Diamond mullet
- Conservation status: Least Concern (IUCN 3.1)

Scientific classification
- Kingdom: Animalia
- Phylum: Chordata
- Class: Actinopterygii
- Division: Teleostei
- Order: Mugiliformes
- Family: Mugilidae
- Genus: Planiliza
- Species: P. alata
- Binomial name: Planiliza alata (Steindachner, 1892)
- Synonyms: Mugil alatus Steindachner, 1892; Chelon alatus (Steindachner, 1892); Liza alata (Steindachner, 1892); Mugil diadema Gilchrist & Thompson, 1911; Liza diadema (Gilchrist & Thompson, 1911); Pteromugil diadema (Gilchrist & Thompson, 1911); Moolgarda (Planiliza) ordensis Whitley, 1945; Liza ordensis (Whitley, 1945);

= Diamond mullet =

- Authority: (Steindachner, 1892)
- Conservation status: LC
- Synonyms: Mugil alatus Steindachner, 1892, Chelon alatus (Steindachner, 1892), Liza alata (Steindachner, 1892), Mugil diadema Gilchrist & Thompson, 1911, Liza diadema (Gilchrist & Thompson, 1911), Pteromugil diadema (Gilchrist & Thompson, 1911), Moolgarda (Planiliza) ordensis Whitley, 1945, Liza ordensis (Whitley, 1945)

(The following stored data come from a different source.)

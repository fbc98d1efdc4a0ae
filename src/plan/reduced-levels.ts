/**
 * The planner's QubitTables filled from the reduced spectrum (src/transmon/reduced-spectrum.ts)
 * instead of an eigen solve per grid point: E_k - E_0 = E_C e_k(E_J / E_C), slopes e_k'(r) and
 * the matrix elements, all from the one table (built once per process, ~40 ms). A chip's tables
 * then cost ~10 us per qubit instead of ~0.5 ms (the spectra stage of a 1,024-qubit check: 0.5 s
 * -> 0.05 s; each re-planned chip of a yield study); the grid values agree with the exact eigen
 * solves to ~1e-10 relative, far inside the tables' own interpolation error of ~1e-7 GHz
 * (test/plan/reduced-levels.test.ts).
 */
import { QUBIT_TABLE_DEFAULTS, QubitTable, type LevelPoint, type LevelSource, type QubitTableOptions } from './qubit-table.js';
import { emptyReducedState, type ReducedSpectrum } from '../transmon/reduced-spectrum.js';
import type { Transmon } from '../transmon/transmon.js';

export function reducedLevelSource(table: ReducedSpectrum): LevelSource {
  const st = emptyReducedState();
  return (ecGHz: number, ejGHz: number, _nCut: number, out: LevelPoint) => {
    const r = ejGHz / ecGHz;
    table.at(r, st);
    out.levels[0] = ecGHz * st.e1;
    out.levels[1] = ecGHz * st.e2;
    out.levels[2] = ecGHz * st.e3;
    out.levels[3] = ecGHz * st.e4;
    out.levels[4] = ecGHz * st.e5;
    table.levelSlopes(r, out.slopes);
    out.n01 = st.n01;
    out.n03 = st.n03;
    out.n12 = st.n12;
    out.n23 = st.n23;
    out.n05 = st.n05;
    out.n14 = st.n14;
  };
}

/**
 * A QubitTable of `transmon` from the reduced spectrum; from exact eigen solves when the
 * transmon's planning range leaves the table (E_J/E_C beyond its ends: far outside the accepted
 * transmons, reachable only by extreme draws).
 */
export function reducedQubitTable(transmon: Transmon, table: ReducedSpectrum, options: Partial<QubitTableOptions> = {}): QubitTable {
  const o = { ...QUBIT_TABLE_DEFAULTS, ...options };
  const rTop = transmon.ejsGHz / transmon.ecGHz;
  const rLow = Math.min(1, Math.max(transmon.asymmetry, o.minEjOverEc / rTop)) * rTop;
  if (!table.covers(rTop) || !table.covers(rLow)) return new QubitTable(transmon, options);
  return new QubitTable(transmon, options, reducedLevelSource(table));
}

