/** The qubits a gate occupies: mover, partner and parked spectators. */
export function touchedQubits(plan: EdgePlan): number[] {
  return [plan.mover, plan.partner, ...plan.parked.map((p) => p.qubit)];
}

const overlap = (alo: number, ahi: number, blo: number, bhi: number, pad: number) => alo < bhi + pad && blo < ahi + pad;

/** True when moved qubits x (of one gate) and y (of another) conflict by rule (b) or (c). */
export function movedConflict(ctx: PlanContext, x: MovedQubit, y: MovedQubit): boolean {
  const r = ctx.rules;
  const e = ctx.edgeBetween(x.qubit, y.qubit);
  if (e >= 0) {
    // the spectator admixture limit as a distance, with the layout's g (its largest value) for
    // 01-01 and sqrt2 g for the 11-20 and 11-02 type crossings (./rules/spectator-admixture.ts)
    const g = ctx.edges[e].gGHz;
    const pad01 = admixtureHalfWidth(g, r.spectatorAdmixture);
    const pad12 = admixtureHalfWidth(Math.SQRT2 * g, r.spectatorAdmixture);
    return overlap(x.lo, x.hi, y.lo, y.hi, pad01) || overlap(x.lo12, x.hi12, y.lo, y.hi, pad12) || overlap(x.lo, x.hi, y.lo12, y.hi12, pad12);
  }
  if (!(Math.abs(x.toGHz - y.toGHz) < r.detuningNext0101GHz)) return false;
  // (a loop, not some() with a closure: the layer fitting asks this for every candidate pair)
  const list = ctx.nextNearestOf[x.qubit];
  for (let i = 0; i < list.length; i++) {
    const pair = ctx.nextNearest[list[i]];
    if ((pair.a === x.qubit ? pair.b : pair.a) === y.qubit) return true;
  }
  return false;
}

/**
 * Spectators both gates move to the very same point (f01 equal): one move serves both gates, so
 * such a spectator does not keep them apart, and its sweep was checked by each gate's own rules.
 */
export function sharedSpectators(g1: EdgePlan, g2: EdgePlan): Set<number> {
  const out = new Set<number>();
  for (const p of g1.parked) if (g2.parked.some((q) => q.qubit === p.qubit && q.fGHz === p.fGHz)) out.add(p.qubit);
  return out;
}

/** True when the gates occupy a common qubit other than a shared spectator (rule a). */
function occupyCommonQubit(g1: EdgePlan, g2: EdgePlan, shared: ReadonlySet<number>): boolean {
  const t1 = new Set(touchedQubits(g1));
  return touchedQubits(g2).some((q) => t1.has(q) && !shared.has(q));
}

/** A pair of moved qubits (rules b, c) with a shared spectator on either side is each gate's own concern. */
function movedPairConflict(ctx: PlanContext, m1: readonly MovedQubit[], m2: readonly MovedQubit[], shared: ReadonlySet<number>): boolean {
  for (const x of m1) {
    if (shared.has(x.qubit)) continue;
    for (const y of m2) if (!shared.has(y.qubit) && movedConflict(ctx, x, y)) return true;
  }
  return false;
}

/** The conflict test of two gates (rules a-c). */
export function gatesConflict(ctx: PlanContext, g1: EdgePlan, m1: readonly MovedQubit[], g2: EdgePlan, m2: readonly MovedQubit[]): boolean {
  const shared = sharedSpectators(g1, g2);
  return occupyCommonQubit(g1, g2, shared) || movedPairConflict(ctx, m1, m2, shared);
}

/** Which condition made two gates conflict (the first that holds, in this order). */
export type ConflictKind = 'shared' | 'spectator' | 'close' | 'next';

/**
 * The layers a subset of the conflicts alone would need, added kind by kind: what stands in the
 * way of fewer layers.
 */
export interface LayerExplanation {
  /** Layers with only shared movers and partners (at least the largest degree). */
  shared: number;
  /** ... and spectators moved for one gate that another gate touches. */
  spectator: number;
  /** ... and coupled moving qubits whose excursions come close. */
  close: number;
  /** ... and moving next-nearest neighbours ending close (all conflicts: the plan's count). */
  next: number;
  /** Conflicting pairs of each kind. */
  pairs: Record<ConflictKind, number>;
}

/**
 * The kind of conflict between two gates, or null (rules a-c of the banner). Without allocation
 * (the layer fitting asks it for every candidate pair of every candidate set of plans): the same
 * tests as gatesConflict's sets (sharedSpectators, touchedQubits), on the plans' own lists.
 */
export function conflictKind(ctx: PlanContext, g1: EdgePlan, m1: readonly MovedQubit[], g2: EdgePlan, m2: readonly MovedQubit[]): ConflictKind | null {
  if (g2.mover === g1.mover || g2.mover === g1.partner || g2.partner === g1.mover || g2.partner === g1.partner) return 'shared';
  if (touches(g1, g2.mover) && !isSharedSpectator(g1, g2, g2.mover)) return 'spectator';
  if (touches(g1, g2.partner) && !isSharedSpectator(g1, g2, g2.partner)) return 'spectator';
  // (indexed loops: no iterator objects in a test asked for every candidate pair)
  const parked2 = g2.parked;
  for (let i = 0; i < parked2.length; i++) {
    const q = parked2[i].qubit;
    if (touches(g1, q) && !isSharedSpectator(g1, g2, q)) return 'spectator';
  }
  for (let i = 0; i < m1.length; i++) {
    const x = m1[i];
    if (isSharedSpectator(g1, g2, x.qubit)) continue;
    for (let j = 0; j < m2.length; j++) {
      const y = m2[j];
      if (isSharedSpectator(g1, g2, y.qubit) || !movedConflict(ctx, x, y)) continue;
      return ctx.edgeBetween(x.qubit, y.qubit) >= 0 ? 'close' : 'next';
    }
  }
  return null;
}

/** True when qubit q is among the qubits gate g occupies (touchedQubits). */
function touches(g: EdgePlan, q: number): boolean {
  if (q === g.mover || q === g.partner) return true;
  const parked = g.parked;
  for (let i = 0; i < parked.length; i++) if (parked[i].qubit === q) return true;
  return false;
}

/** True when q is in sharedSpectators(g1, g2): some spectator of g1 on q that g2 parks on q at the same f01. */
function isSharedSpectator(g1: EdgePlan, g2: EdgePlan, q: number): boolean {
  const p1 = g1.parked;
  const p2 = g2.parked;
  for (let i = 0; i < p1.length; i++) {
    if (p1[i].qubit !== q) continue;
    const f = p1[i].fGHz;
    for (let j = 0; j < p2.length; j++) if (p2[j].qubit === q && p2[j].fGHz === f) return true;
  }
  return false;
}

/** Up to this many plans conflictKinds marks the pairs it has considered in a bit array (at most 2 MB), beyond in a set. */
const SEEN_BITMAP_PLANS = 4096;

/** Iterated-greedy rounds per layering (bounded for large chips: about 4e6 adjacency visits). */
const LAYER_ROUNDS = 200;

/**
 * The kind of every conflicting pair of gates (key a * plans.length + b, a < b indices into
 * `plans`): the conflict graph's edges, each with the first condition of the banner that holds.
 */
export function conflictKinds(
  ctx: PlanContext,
  plans: readonly EdgePlan[],
  parkingF12: readonly number[],
  parkingGHz: ArrayLike<number>,
  cache?: ConflictCache,
  /** Up to this many plans the pairs met are marked in a bit array, beyond in a set (tests lower it). */
  bitmapPlans = SEEN_BITMAP_PLANS,
): ReadonlyMap<number, ConflictKind> {
  if (cache && (cache.parkingF12 !== parkingF12 || cache.parkingGHz !== parkingGHz)) throw new Error('conflictKinds: the cache belongs to other parking frequencies');
  // (the same plan objects in the same order as a list worked out before: its kinds, the same
  // read-only map; no caller changes it)
  const known = cache?.kindsOf(plans);
  if (known) return known;
  const moved = plans.map((p) => (cache ? cache.movedOf(ctx, p) : movedQubits(ctx, p, parkingF12, parkingGHz)));
  const touching: number[][] = Array.from({ length: ctx.n }, () => []);
  plans.forEach((p, k) => {
    for (const q of touchedQubits(p)) touching[q].push(k);
  });
  // candidate pairs: gates touching a common qubit, or a neighbour or next-nearest neighbour of a moved qubit
  const m = plans.length;
  const scan = new PairScan(ctx, plans, moved, m <= bitmapPlans);
  for (const list of touching) for (let i = 0; i < list.length; i++) for (let j = i + 1; j < list.length; j++) scan.consider(list[i], list[j]);
  const nearOf = nearLists(ctx);
  for (let k1 = 0; k1 < m; k1++) {
    const mk = moved[k1];
    for (let j = 0; j < mk.length; j++) {
      const near = nearOf[mk[j].qubit];
      for (let i = 0; i < near.length; i++) {
        const list = touching[near[i]];
        for (let t = 0; t < list.length; t++) scan.consider(k1, list[t]);
      }
    }
  }
  const kinds = scan.kinds;
  cache?.rememberKinds(plans, kinds);
  return kinds;
}

/**
 * The candidate pairs of conflictKinds, each given its kind at its first meeting (a < b; key
 * a * m + b): the 32 x 32 chip's check meets 0.72-1.01 million candidate pairs per list (counted
 * on a copy, 2026-12-04), of them 81,000-87,000 for the first time.
 * Pairs already considered are marked one bit per pair (a byte array up to SEEN_BITMAP_PLANS
 * plans, else a set). (Not remembered per pair of plan objects across lists: on the 32 x 32 chip
 * 28 % of the pairs met first would be found there, and the maps cost more than conflictKind
 * saved.) A class rather than a closure made per call: the engine's optimised code of
 * conflictKinds calls the same method on every call (a new closure per call undid it, "wrong call
 * target", each time the layer fitting asked for another list).
 */
class PairScan {
  readonly kinds = new Map<number, ConflictKind>();
  private readonly m: number;
  private readonly seenBits: Uint8Array | null;
  private readonly seenSet: Set<number> | null;

  constructor(
    private readonly ctx: PlanContext,
    private readonly plans: readonly EdgePlan[],
    private readonly moved: readonly (readonly MovedQubit[])[],
    bitmap: boolean,
  ) {
    this.m = plans.length;
    this.seenBits = bitmap ? new Uint8Array(Math.ceil((this.m * this.m) / 8)) : null;
    this.seenSet = bitmap ? null : new Set<number>();
  }

  consider(k1: number, k2: number): void {
    if (k1 === k2) return;
    const a = k1 < k2 ? k1 : k2;
    const b = k1 < k2 ? k2 : k1;
    const key = a * this.m + b;
    let first: boolean;
    if (this.seenBits) first = firstMeeting(this.seenBits, key);
    else if ((first = !this.seenSet!.has(key))) this.seenSet!.add(key);
    if (!first) return;
    const kind = conflictKind(this.ctx, this.plans[a], this.moved[a], this.plans[b], this.moved[b]);
    if (kind) this.kinds.set(key, kind);
  }
}

/** Sets the bit of `key` and says whether it was clear (the pair's first meeting). */
function firstMeeting(bits: Uint8Array, key: number): boolean {
  const byte = key >> 3;
  const bit = 1 << (key & 7);
  if (bits[byte] & bit) return false;
  bits[byte] |= bit;
  return true;
}
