/**
 * Exchange coupling between two qubits i and k that are not coupled directly but share one or
 * more neighbours S (next-nearest neighbours). Eliminating each mediator to second order in the
 * dispersive regime (Schrieffer-Wolff; the same result as the coupler-mediated exchange of Yan et
 * al., Phys. Rev. Applied 10, 054062 (2018), Eq. 3, without a direct term) gives
 *
 *     g_ik = sum_S (g_iS g_kS / 2) (1 / (f_i - f_S) + 1 / (f_k - f_S))          (GHz)
 *
 * with the exchange couplings g at the qubits' current frequencies. Where i and k cross
 * (f_i = f_k) this is sum_S g_iS g_kS / (f_i - f_S). The planner uses it for the Landau-Zener
 * transfer when a CZ mover sweeps through a next-nearest neighbour's frequency, and documents it
 * in the README. Valid while |f - f_S| >> g; test/plan/mediated-coupling.test.ts checks it
 * against the exact splitting of the single-excitation three-mode problem (NumPy eigh).
 */

export interface Mediator {
  /** Coupling of i to the mediator (GHz). */
  giGHz: number;
  /** Coupling of k to the mediator (GHz). */
  gkGHz: number;
  /** The mediator's f01 (GHz). */
  fGHz: number;
}

/** g_ik for qubits at fi, fk through the mediators (GHz, signed). */
export function mediatedExchange(fiGHz: number, fkGHz: number, mediators: readonly Mediator[]): number {
  let g = 0;
  for (const s of mediators) {
    const di = fiGHz - s.fGHz;
    const dk = fkGHz - s.fGHz;
    if (di === 0 || dk === 0) return Infinity;
    g += 0.5 * s.giGHz * s.gkGHz * (1 / di + 1 / dk);
  }
  return g;
}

Species of ray-finned fish

The diamond mullet (Planiliza alata) is a species of mullet and is also known as the Ord River mullet or bucket mullet. This species lives in both brackish or freshwater. Adult fish are found in estuaries, coastal waters and in some cases, ascending rivers into fresh water.

==Description==
This mullet is silvery gray, being paler below. It has a yellow iris and reaches a length of up to 75 cm.

==Distribution==
The diamond mullet has an Indo-West Pacific distribution which extends from the eastern coast of Africa, including South Africa, through Madagascar and the Mascarenes east to Tonga and Marquesas Islands in French Polynesia and south to northern Western Australia and the Gulf of Carpentaria in western Queensland. It has also been reported inland on the Zambezi.

It is a tropical species that inhabits inshore marine habitats including estuaries. It also travels hundreds of kilometres up rivers.